-------- Source material

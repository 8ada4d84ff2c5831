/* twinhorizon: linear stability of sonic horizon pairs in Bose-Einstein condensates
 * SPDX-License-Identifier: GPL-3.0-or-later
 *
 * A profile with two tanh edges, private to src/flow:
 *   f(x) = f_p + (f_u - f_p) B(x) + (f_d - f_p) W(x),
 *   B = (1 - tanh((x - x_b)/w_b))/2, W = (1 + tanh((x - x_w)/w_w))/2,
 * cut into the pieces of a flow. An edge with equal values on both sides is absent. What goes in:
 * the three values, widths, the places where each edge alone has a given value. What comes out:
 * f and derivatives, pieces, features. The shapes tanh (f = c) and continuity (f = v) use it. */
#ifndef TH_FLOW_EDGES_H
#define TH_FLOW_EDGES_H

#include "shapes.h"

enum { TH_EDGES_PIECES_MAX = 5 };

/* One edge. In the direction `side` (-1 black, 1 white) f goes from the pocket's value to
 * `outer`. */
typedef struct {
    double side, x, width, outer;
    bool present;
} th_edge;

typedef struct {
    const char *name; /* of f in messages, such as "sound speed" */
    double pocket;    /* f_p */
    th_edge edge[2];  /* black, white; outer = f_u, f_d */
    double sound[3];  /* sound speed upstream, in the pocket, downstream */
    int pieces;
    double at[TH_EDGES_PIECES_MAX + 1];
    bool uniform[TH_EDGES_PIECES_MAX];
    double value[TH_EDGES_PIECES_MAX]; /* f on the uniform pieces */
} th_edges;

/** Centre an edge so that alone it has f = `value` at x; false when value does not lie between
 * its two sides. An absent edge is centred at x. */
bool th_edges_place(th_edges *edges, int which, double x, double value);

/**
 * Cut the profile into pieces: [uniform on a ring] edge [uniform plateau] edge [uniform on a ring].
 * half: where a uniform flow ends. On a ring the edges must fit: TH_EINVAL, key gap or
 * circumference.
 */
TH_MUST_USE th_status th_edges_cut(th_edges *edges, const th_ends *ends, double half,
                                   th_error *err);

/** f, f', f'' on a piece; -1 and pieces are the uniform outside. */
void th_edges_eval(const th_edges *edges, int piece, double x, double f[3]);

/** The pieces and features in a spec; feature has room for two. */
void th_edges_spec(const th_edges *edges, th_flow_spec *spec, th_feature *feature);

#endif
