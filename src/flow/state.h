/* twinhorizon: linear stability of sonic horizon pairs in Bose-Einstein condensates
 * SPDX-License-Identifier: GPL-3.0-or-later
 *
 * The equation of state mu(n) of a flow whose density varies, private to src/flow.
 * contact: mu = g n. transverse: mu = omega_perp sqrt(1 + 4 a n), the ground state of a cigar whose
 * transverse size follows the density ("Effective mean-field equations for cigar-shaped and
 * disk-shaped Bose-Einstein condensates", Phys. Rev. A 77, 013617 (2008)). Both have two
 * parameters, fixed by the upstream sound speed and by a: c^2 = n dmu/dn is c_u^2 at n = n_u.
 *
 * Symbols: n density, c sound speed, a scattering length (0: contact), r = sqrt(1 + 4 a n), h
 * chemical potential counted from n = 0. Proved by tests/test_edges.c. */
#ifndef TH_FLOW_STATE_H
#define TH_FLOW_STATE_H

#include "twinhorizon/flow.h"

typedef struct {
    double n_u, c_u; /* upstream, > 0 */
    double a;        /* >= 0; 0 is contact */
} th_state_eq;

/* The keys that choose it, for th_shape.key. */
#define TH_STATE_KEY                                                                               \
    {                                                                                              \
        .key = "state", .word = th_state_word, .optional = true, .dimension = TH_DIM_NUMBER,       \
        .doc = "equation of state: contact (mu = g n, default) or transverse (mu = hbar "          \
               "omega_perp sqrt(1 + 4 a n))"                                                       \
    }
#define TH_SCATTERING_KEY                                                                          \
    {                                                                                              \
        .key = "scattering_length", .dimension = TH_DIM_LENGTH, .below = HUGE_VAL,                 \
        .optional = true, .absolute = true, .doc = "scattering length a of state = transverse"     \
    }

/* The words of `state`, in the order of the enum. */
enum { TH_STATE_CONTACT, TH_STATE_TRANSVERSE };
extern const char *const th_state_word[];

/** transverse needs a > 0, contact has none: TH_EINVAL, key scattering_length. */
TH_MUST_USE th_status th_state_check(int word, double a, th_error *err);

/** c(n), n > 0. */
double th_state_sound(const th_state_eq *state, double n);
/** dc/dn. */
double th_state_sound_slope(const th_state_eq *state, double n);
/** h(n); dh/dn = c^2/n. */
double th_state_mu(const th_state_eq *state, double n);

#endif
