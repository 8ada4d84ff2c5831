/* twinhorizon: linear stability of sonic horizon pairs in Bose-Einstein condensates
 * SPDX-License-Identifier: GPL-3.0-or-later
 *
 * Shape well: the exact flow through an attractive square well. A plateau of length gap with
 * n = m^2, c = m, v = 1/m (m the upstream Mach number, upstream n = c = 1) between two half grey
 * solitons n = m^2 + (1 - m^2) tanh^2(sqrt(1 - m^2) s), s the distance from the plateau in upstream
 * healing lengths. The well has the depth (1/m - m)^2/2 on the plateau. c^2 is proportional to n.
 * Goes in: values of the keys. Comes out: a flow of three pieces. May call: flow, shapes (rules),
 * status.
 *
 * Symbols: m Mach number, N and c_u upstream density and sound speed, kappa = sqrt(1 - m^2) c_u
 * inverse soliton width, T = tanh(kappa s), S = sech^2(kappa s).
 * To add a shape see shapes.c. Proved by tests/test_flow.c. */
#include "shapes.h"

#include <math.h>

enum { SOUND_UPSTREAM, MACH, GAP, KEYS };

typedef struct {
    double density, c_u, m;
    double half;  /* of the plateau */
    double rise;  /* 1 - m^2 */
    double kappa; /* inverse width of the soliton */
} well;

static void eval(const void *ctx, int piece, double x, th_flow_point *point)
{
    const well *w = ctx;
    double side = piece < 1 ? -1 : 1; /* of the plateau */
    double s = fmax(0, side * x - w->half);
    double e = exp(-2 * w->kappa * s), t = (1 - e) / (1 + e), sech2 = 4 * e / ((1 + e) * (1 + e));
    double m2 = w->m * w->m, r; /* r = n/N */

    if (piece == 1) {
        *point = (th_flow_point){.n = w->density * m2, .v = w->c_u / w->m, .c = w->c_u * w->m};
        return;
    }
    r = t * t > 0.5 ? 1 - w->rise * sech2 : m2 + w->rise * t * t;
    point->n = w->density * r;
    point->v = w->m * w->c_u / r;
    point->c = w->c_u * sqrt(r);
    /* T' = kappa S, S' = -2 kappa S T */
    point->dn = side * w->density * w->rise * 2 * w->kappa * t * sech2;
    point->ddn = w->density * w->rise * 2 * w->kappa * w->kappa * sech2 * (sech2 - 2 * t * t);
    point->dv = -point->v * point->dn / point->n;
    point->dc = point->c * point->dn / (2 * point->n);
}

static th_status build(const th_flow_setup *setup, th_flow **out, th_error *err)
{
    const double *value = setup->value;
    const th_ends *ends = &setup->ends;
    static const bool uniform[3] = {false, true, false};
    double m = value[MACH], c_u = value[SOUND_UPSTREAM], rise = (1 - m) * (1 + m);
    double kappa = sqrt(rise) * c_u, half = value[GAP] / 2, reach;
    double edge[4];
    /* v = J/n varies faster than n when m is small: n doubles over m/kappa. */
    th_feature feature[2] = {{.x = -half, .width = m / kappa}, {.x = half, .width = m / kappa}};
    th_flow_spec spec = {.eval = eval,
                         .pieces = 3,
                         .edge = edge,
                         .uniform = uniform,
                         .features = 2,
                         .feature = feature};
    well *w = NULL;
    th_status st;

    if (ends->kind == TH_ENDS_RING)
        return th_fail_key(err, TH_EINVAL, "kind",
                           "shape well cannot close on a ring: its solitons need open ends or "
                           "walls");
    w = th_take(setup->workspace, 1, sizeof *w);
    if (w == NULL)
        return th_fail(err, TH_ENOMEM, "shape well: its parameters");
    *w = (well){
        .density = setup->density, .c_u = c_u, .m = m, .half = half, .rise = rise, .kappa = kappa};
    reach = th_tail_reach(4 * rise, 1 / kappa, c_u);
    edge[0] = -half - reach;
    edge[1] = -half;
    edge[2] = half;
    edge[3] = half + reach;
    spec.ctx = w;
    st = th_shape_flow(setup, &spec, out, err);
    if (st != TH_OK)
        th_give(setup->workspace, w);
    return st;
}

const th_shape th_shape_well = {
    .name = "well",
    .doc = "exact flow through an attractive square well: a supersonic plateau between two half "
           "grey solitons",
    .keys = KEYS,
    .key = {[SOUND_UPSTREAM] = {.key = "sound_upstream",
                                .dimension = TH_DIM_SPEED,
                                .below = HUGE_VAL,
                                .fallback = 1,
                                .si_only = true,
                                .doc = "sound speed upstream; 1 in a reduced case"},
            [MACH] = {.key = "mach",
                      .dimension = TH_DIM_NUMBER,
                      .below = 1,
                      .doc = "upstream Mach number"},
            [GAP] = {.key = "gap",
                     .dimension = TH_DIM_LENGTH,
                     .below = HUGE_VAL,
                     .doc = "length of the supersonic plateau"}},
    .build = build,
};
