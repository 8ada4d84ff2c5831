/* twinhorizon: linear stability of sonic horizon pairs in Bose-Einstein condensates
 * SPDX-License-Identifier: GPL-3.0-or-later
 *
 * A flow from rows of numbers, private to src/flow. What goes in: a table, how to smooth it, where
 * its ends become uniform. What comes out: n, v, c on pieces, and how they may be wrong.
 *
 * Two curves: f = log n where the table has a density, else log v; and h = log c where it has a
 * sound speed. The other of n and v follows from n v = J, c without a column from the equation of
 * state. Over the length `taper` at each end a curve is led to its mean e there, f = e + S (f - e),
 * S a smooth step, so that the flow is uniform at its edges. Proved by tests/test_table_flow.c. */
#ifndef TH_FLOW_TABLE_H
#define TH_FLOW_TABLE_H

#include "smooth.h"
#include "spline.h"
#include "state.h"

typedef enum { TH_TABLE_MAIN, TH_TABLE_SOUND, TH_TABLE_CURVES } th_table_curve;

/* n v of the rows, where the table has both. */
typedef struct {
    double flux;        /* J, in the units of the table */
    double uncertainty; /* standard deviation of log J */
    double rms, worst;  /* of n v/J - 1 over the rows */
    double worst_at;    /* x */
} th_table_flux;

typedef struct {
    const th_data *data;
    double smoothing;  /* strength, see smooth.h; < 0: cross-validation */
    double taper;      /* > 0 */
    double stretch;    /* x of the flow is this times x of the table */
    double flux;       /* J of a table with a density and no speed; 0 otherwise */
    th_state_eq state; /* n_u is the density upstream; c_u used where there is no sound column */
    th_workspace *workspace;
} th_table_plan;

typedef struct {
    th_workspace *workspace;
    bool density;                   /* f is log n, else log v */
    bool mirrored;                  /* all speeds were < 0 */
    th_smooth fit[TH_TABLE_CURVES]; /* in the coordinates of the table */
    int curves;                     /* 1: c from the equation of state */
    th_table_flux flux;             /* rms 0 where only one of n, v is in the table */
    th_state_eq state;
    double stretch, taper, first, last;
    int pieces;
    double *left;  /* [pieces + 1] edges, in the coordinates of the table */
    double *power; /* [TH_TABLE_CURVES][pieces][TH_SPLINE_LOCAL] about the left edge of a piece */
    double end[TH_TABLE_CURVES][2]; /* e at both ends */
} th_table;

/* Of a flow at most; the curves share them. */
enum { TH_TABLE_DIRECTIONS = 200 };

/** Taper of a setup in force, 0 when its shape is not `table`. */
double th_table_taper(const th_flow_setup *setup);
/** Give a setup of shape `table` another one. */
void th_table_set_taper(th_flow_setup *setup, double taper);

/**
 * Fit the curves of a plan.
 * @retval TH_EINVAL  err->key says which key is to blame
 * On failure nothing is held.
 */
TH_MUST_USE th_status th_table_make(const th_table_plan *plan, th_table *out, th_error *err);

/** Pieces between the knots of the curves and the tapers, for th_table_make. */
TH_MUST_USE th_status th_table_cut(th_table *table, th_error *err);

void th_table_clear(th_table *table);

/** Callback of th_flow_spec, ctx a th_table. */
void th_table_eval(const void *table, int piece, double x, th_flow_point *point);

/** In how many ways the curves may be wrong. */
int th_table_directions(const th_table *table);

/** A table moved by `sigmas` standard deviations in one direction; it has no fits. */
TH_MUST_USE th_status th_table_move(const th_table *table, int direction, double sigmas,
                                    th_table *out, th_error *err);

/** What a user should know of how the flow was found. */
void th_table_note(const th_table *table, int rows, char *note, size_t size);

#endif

----------------

▶ _Work order_
Find the string "define" in the records, then copy each line where it occurs.

▶ _Answer space_
#define TH_FLOW_EDGES_H
#define TH_FLOW_STATE_H
#define TH_STATE_KEY                                                                               \
#define TH_SCATTERING_KEY                                                                          \
#define TH_FLOW_TABLE_H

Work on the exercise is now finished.